Il vecchio dibattito sull’abolizione del numero chiuso alla facoltà di medicina
È da ormai più di un mese che il Presidente della Campania, Vincenzo De Luca, ha annunciato pubblicamente la sua personale battaglia per abolire definitivamente i Test a numero chiuso per l’accesso alla facoltà di Medicina, da lui stesso definiti “un marchettificio gestito da corporazioni universitarie e mediche”. Attraverso i suoi canali social, che ad oggi contano oltre 173.4k follower su tiktok, sono diventati virali i suoi discorsi, dove con un linguaggio piuttosto colorito, ma senza dubbio efficace, mette in ridicolo i quiz a cui gli studenti sono chiamati a rispondere. Domande che, anche all’ascoltatore più distratto e ai non addetti ai lavori, strapperebbero una sincera risata e sembrerebbero avere poco o nulla a che fare con le materie riguardanti la medicina, ma che piuttosto si limitano ad interrogare i candidati sulla paternità dell’invenzione di un noto gelato alla vaniglia oppure sul significato della parola grattachecca.
Ma come e quando è nato il test a numero chiuso?
Possiamo far risalire la storia del numero chiuso già ai primi del 900′, quando la facoltà di Medicina poteva essere frequentata solo dai diplomati in materie classiche. Dopo il 1923 fu consentito l’accesso in facoltà anche agli studenti provenienti dal liceo scientifico. Il cambiamento radicale si ebbe però solo nel 1969, anno in cui fu data la possibilità a tutti i diplomati, senza distinzione di diploma, di frequentare la facoltà di Medicina. Questa decisione portò come conseguenza un aumento del numero di medici, molto più alto rispetto alla reale richiesta di personale medico disponibile che portò, di contro, ad un considerevole aumento della disoccupazione. Fu solo nel 1987, tramite apposito decreto dell’allora ministro dell’Istruzione, dell’Università e della Ricerca, Ortensio Zecchino, che venne approvato il numero chiuso per la facoltà di Medicina. Se con l’introduzione del numero chiuso si mirava alla salvaguardia della qualità formativa e a pianificare un numero congruo tra medici e posti di lavoro, i ricorsi non tardarono ad arrivare, tanto che nel 1999 tale decreto ministeriale fu approvato poi per legge con l’ok della Corte Costituzionale nel 2013.
Abbiamo parlato della sua storia ma cos’è davvero il numero chiuso?

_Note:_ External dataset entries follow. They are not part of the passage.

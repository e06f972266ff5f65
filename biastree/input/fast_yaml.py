"""A fast reader for the plain subset of YAML that plan files use.

Plans are block mappings and sequences of plain scalars, one-line flow
mappings (``- {to: m1, ratio: 2}``) and one-line flow sequences
(``voltage: [0.5V, 1.2V]``), with comments.  ``read`` parses exactly that
subset with string methods, several times faster than walking libyaml's
events from Python, and gives the same plain data as the loader's event
walk: every scalar its text as a string (libyaml's C loader marks plain scalars
with style ``''``, so the walk never turns ``~`` or ``null`` into ``None``;
an empty value is ``""``).

Anything outside the subset (quotes, anchors and aliases, tags, block
scalars, multi-line scalars or flows, duplicate or merge keys, directives,
a second document, tabs, control or non-ASCII-printable characters, …)
makes ``read`` return ``None``, and the loader takes its full path, which
also gives every error message with its line.  So this reader never has to
produce an error message: a text it accepts is one the full path reads
without a problem, to the same data (tests/test_fast_paths.py compares
both on the samples, generated plans and mutated texts).
"""

from __future__ import annotations

import re
from typing import Any

# characters that never occur in the subset (quotes, escapes, anchors, tags,
# block scalars, reserved indicators, tabs and carriage returns)
_OUTSIDE = re.compile(r"[\\&!|>@`]")
# a plain scalar may not start with these (indicators, aliases, directives)
_BAD_START = frozenset("-?:,[]{}#&*!|>'\"%@` ")
_FLOW_CHARS = re.compile(r"[\[\]{},#]")
_MAX_DEPTH = 64
# the plainest scalars (names, numbers with units), checked by one regex:
# no spaces, no indicators anywhere, not starting with '*', '%' or '- '
_S = r"(?:[A-Za-z0-9_.+/(~=$;<]|-(?=[^\s,{}\[\]]))[A-Za-z0-9_.+\-/*^%()~=$;<]*"
_SIMPLE = re.compile(_S)
_SIMPLE_MAP = re.compile(rf"\{{{_S}: {_S}(?:, {_S}: {_S})*\}}")


class _Outside(Exception):
    """The text leaves the subset: the caller takes the full YAML path."""


def _scalar(text: str, flow: bool) -> Any:
    """One plain scalar (already stripped) as the event walk gives it."""
    first = text[0]
    if first in _BAD_START and not (first == "-" and len(text) > 1 and text[1] != " "):
        raise _Outside
    if ": " in text or text.endswith(":") or " #" in text:
        raise _Outside
    if flow:
        if ":" in text or _FLOW_CHARS.search(text):
            raise _Outside
    elif "[" in text or "]" in text or "{" in text or "}" in text or "#" in text:
        raise _Outside
    return text


def _key(text: str) -> str:
    if not text or text != text.strip() or text == "<<":
        raise _Outside
    if text[0] in _BAD_START or ":" in text or _FLOW_CHARS.search(text):
        raise _Outside
    return text


def _flow(text: str) -> Any:
    """A one-line flow mapping or sequence of plain scalars."""
    inner = text[1:-1]
    if _SIMPLE_MAP.fullmatch(text):
        pairs = [item.split(": ") for item in inner.split(", ")]
        out = dict(pairs)  # type: ignore[arg-type]
        if len(out) != len(pairs) or "<<" in out:
            raise _Outside
        return out
    value, end = _flow_node(text, 0, 0)
    if end != len(text):
        raise _Outside
    return value


def _flow_node(text: str, i: int, depth: int) -> tuple[Any, int]:
    """The flow mapping, sequence or plain scalar at ``text[i]`` (no spaces
    before it) and the index just after it."""
    if depth > _MAX_DEPTH:
        raise _Outside
    opener = text[i]
    if opener not in "{[":
        j = i
        n = len(text)
        while j < n and text[j] not in ",]}":
            j += 1
        return _scalar(text[i:j].rstrip(" "), True), j
    closer = "}" if opener == "{" else "]"
    out: Any = {} if opener == "{" else []
    i = _skip(text, i + 1)
    if text[i] == closer:
        return out, i + 1
    while True:
        if opener == "{":
            colon = text.find(": ", i)
            if colon < 0:
                raise _Outside
            key = _key(text[i:colon].rstrip(" "))
            if key in out:
                raise _Outside
            value, i = _flow_node(text, _skip(text, colon + 2), depth + 1)
            out[key] = value
        else:
            value, i = _flow_node(text, i, depth + 1)
            out.append(value)
        i = _skip(text, i)
        if text[i] == closer:
            return out, i + 1
        if text[i] != ",":
            raise _Outside
        i = _skip(text, i + 1)
        if text[i] in ",]}":
            raise _Outside  # an empty entry


def _skip(text: str, i: int) -> int:
    while text[i] == " ":
        i += 1
    return i


_QUOTED = re.compile(r'"[^"\\]*"' + r"|'[^']*'")


def _value(text: str) -> Any:
    """The value written after ``key: `` or ``- `` on one line."""
    if _SIMPLE.fullmatch(text):
        return text
    if text[0] in "{[":
        return _flow(text)
    if text[0] in "\"'" and _QUOTED.fullmatch(text):
        return text[1:-1]  # quoted: a string, never null; no escapes in the subset
    return _scalar(text, False)


def _content(line: str) -> str:
    """A line without its comment and surrounding spaces."""
    if "#" in line:
        if line.lstrip(" ").startswith("#"):
            return ""
        cut = line.find(" #")
        if cut >= 0:
            line = line[:cut]
        if "#" in line:
            raise _Outside
    content = line.strip(" ")
    if content and _OUTSIDE.search(content):
        raise _Outside
    return content


def _lines(text: str) -> tuple[list[int], list[str]]:
    """Indent and content of every line that holds something (comments
    dropped); ``- key: value`` becomes ``-`` and ``key: value`` one column
    further in, which is what it means."""
    indents: list[int] = []
    contents: list[str] = []
    started = False
    lines = iter(text.split("\n"))
    for line in lines:
        content = _content(line)
        if not content:
            continue
        indent = len(line) - len(line.lstrip(" "))
        if ("{" in content or "[" in content) and (
                content.count("{") + content.count("[") != content.count("}") + content.count("]")):
            # a flow mapping or sequence over several lines: one line, if no scalar is cut
            while content.count("{") + content.count("[") > content.count("}") + content.count("]"):
                if content[-1] not in ",{[":
                    raise _Outside
                more = next(lines, None)
                if more is None or len(more) - len(more.lstrip(" ")) <= indent:
                    raise _Outside
                more = _content(more)
                if not more or more[0] == ",":
                    raise _Outside
                content += " " + more
        if not started:
            started = True
            if content == "---":
                continue
        if content.startswith(("---", "...", "%")):
            raise _Outside
        while content[0] == "-" and (len(content) == 1 or content[1] == " "):
            rest = content[1:].lstrip(" ")
            if not rest or rest[0] in "{[" or (": " not in rest and not rest.endswith(":")):
                break
            # a compact mapping in a sequence entry: "-" then the mapping, indented to its first key
            indents.append(indent)
            contents.append("-")
            indent += len(content) - len(rest)
            content = rest
        indents.append(indent)
        contents.append(content.rstrip(" "))
    return indents, contents


def read(text: str) -> Any:
    """The plain data of ``text``, or ``None`` when it leaves the subset."""
    # (not printable: control characters, the YAML 1.1 line breaks U+0085,
    # U+2028/9, a byte-order mark inside the text, non-breaking spaces)
    if "\t" in text or "\r" in text or not text.replace("\n", "").isprintable():
        return None
    try:
        indents, contents = _lines(text)
        if not indents or indents[0] != 0:
            return None
        data, end = _block(indents, contents, 0, 0, 0)
        if end != len(indents) or not isinstance(data, dict):
            return None
        return data
    except (_Outside, RecursionError, IndexError):
        return None


def _is_item(content: str) -> bool:
    return content[0] == "-" and (len(content) == 1 or content[1] == " ")


def _block(indents: list[int], contents: list[str], i: int, indent: int, depth: int) -> tuple[Any, int]:
    """The block mapping or sequence whose first line is ``i`` at ``indent``."""
    if depth > _MAX_DEPTH:
        raise _Outside
    n = len(indents)
    if _is_item(contents[i]):
        items: list[Any] = []
        while i < n and indents[i] == indent:
            content = contents[i]
            if not _is_item(content):
                break
            rest = content[1:].lstrip(" ")
            i += 1
            if rest:
                items.append(_value(rest))
            elif i < n and indents[i] > indent:
                value, i = _block(indents, contents, i, indents[i], depth + 1)
                items.append(value)
            else:
                items.append("")  # an empty entry: libyaml's empty scalar
        if i < n and indents[i] > indent:
            raise _Outside
        return items, i
    out: dict[str, Any] = {}
    while i < n and indents[i] == indent:
        content = contents[i]
        if _is_item(content):
            raise _Outside
        if content.endswith(":"):
            key, rest = content[:-1], ""
        else:
            key, sep, rest = content.partition(": ")
            if not sep:
                raise _Outside
            rest = rest.lstrip(" ")
        if not _SIMPLE.fullmatch(key) or key == "<<":
            key = _key(key)
        if key in out:
            raise _Outside
        i += 1
        if rest:
            out[key] = _value(rest)
        elif i < n and (indents[i] > indent or (indents[i] == indent and _is_item(contents[i]))):
            out[key], i = _block(indents, contents, i, indents[i], depth + 1)
        else:
            out[key] = ""  # an empty value: libyaml's empty scalar
    if i < n and indents[i] > indent:
        raise _Outside
    return out, i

Quando si fa riferimento al “numero chiuso”, si parla nello specifico di tutte quelle facoltà che prevedono un numero limitato di studenti che possono accedere ai corsi tramite il superamento o meno di un test d’ingresso basato sulle materie che verranno poi trattate negli anni di studio successivi. Distinguiamo poi due categorie di numero chiuso:
-le facoltà a numero chiuso locale, dove il giorno e le modalità del test vengono stabilite in maniera autonoma dall’Ateneo stesso;
– le facoltà con accesso programmato nazionale, dove invece la data e la modalità sono stabilite dal Ministero dell’istruzione e le prove sono regolamentate con apposito decreto ministeriale.
I pro e i contro
Pro
le domande a risposta multipla permettono di avere un quadro oggettivo della preparazione dello studente;
– il numero di medici è senza dubbio più coerente al reale numero di posti di lavoro disponibili;
– gli studenti stessi hanno la possibilità di usufruire al meglio delle strutture e dei laboratori universitari secondo la capienza degli stessi;
Contro
-valutare una persona tramite un singolo test può essere limitante;
– avere un maggiore numero di laureati in epoche come la nostra potrebbe essere ottimale.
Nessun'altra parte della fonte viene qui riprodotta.